** Data extract follows **
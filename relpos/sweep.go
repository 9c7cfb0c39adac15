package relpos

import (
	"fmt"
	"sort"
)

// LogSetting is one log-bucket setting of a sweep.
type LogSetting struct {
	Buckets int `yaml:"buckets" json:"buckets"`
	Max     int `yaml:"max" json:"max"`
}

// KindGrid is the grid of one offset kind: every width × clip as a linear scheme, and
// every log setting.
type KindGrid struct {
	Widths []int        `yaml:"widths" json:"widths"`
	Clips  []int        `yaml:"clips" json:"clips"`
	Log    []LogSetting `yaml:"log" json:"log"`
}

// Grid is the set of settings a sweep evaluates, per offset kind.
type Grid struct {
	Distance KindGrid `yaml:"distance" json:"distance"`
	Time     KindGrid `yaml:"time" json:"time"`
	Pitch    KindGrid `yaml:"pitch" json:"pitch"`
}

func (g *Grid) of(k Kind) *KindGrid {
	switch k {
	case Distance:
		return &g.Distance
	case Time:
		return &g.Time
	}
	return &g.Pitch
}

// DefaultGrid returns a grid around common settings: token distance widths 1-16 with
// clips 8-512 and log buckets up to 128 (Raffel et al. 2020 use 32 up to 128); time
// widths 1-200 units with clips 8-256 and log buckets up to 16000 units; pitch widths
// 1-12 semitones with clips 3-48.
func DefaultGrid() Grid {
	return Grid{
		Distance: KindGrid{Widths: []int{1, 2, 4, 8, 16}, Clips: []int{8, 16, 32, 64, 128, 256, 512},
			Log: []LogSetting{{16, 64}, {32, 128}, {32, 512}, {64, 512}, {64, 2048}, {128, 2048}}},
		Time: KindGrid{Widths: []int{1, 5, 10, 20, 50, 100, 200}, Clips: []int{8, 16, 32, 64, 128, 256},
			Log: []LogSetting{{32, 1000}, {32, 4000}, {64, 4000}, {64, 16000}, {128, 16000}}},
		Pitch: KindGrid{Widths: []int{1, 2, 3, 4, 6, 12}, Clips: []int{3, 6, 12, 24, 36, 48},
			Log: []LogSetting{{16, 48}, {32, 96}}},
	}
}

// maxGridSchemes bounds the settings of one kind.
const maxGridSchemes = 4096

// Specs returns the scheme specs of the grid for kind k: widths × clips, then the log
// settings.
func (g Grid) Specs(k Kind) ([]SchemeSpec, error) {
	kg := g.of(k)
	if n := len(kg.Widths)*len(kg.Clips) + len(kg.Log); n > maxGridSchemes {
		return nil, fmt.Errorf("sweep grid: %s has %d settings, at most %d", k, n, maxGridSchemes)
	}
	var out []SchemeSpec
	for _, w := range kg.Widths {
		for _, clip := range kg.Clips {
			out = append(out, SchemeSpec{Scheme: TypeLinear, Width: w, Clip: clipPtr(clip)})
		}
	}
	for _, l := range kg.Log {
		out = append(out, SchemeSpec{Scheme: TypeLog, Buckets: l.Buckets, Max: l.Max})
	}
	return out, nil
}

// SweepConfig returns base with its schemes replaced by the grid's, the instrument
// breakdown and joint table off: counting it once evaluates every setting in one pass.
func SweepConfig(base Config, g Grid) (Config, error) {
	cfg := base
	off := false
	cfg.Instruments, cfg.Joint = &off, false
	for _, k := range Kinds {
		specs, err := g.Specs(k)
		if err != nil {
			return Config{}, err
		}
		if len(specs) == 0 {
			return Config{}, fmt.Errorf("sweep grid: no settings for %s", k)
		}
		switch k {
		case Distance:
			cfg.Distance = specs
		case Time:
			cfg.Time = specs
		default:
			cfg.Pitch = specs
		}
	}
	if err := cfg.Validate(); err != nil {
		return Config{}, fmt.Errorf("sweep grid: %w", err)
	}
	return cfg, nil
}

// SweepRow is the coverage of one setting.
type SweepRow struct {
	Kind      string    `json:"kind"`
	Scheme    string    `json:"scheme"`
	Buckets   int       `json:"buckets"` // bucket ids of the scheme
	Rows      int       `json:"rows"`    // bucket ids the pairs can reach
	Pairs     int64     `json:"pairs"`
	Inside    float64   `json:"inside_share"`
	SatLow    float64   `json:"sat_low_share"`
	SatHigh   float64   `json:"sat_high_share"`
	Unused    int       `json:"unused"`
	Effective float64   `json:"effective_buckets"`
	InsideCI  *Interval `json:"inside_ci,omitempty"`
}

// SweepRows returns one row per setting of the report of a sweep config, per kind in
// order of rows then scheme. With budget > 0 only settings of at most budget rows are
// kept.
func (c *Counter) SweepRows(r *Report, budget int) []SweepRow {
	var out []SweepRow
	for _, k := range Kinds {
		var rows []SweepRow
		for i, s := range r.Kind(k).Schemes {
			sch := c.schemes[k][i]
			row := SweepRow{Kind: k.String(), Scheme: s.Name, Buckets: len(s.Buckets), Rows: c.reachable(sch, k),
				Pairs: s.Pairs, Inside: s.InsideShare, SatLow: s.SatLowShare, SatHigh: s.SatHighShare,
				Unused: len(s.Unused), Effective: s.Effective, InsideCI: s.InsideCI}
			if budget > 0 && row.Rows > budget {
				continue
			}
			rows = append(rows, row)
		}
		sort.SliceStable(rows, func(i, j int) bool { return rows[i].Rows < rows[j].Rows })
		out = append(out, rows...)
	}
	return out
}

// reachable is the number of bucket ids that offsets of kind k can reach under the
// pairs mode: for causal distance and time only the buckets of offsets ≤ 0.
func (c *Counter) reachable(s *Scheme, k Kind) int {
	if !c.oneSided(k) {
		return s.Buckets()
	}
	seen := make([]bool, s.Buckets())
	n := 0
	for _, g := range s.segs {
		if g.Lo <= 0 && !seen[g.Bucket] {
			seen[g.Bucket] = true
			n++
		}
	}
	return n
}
** End of Data extract **
Assignment: Now copy each line of the entries that mentions "false".

Response to the exercise:
	off := false
	cfg.Instruments, cfg.Joint = &off, false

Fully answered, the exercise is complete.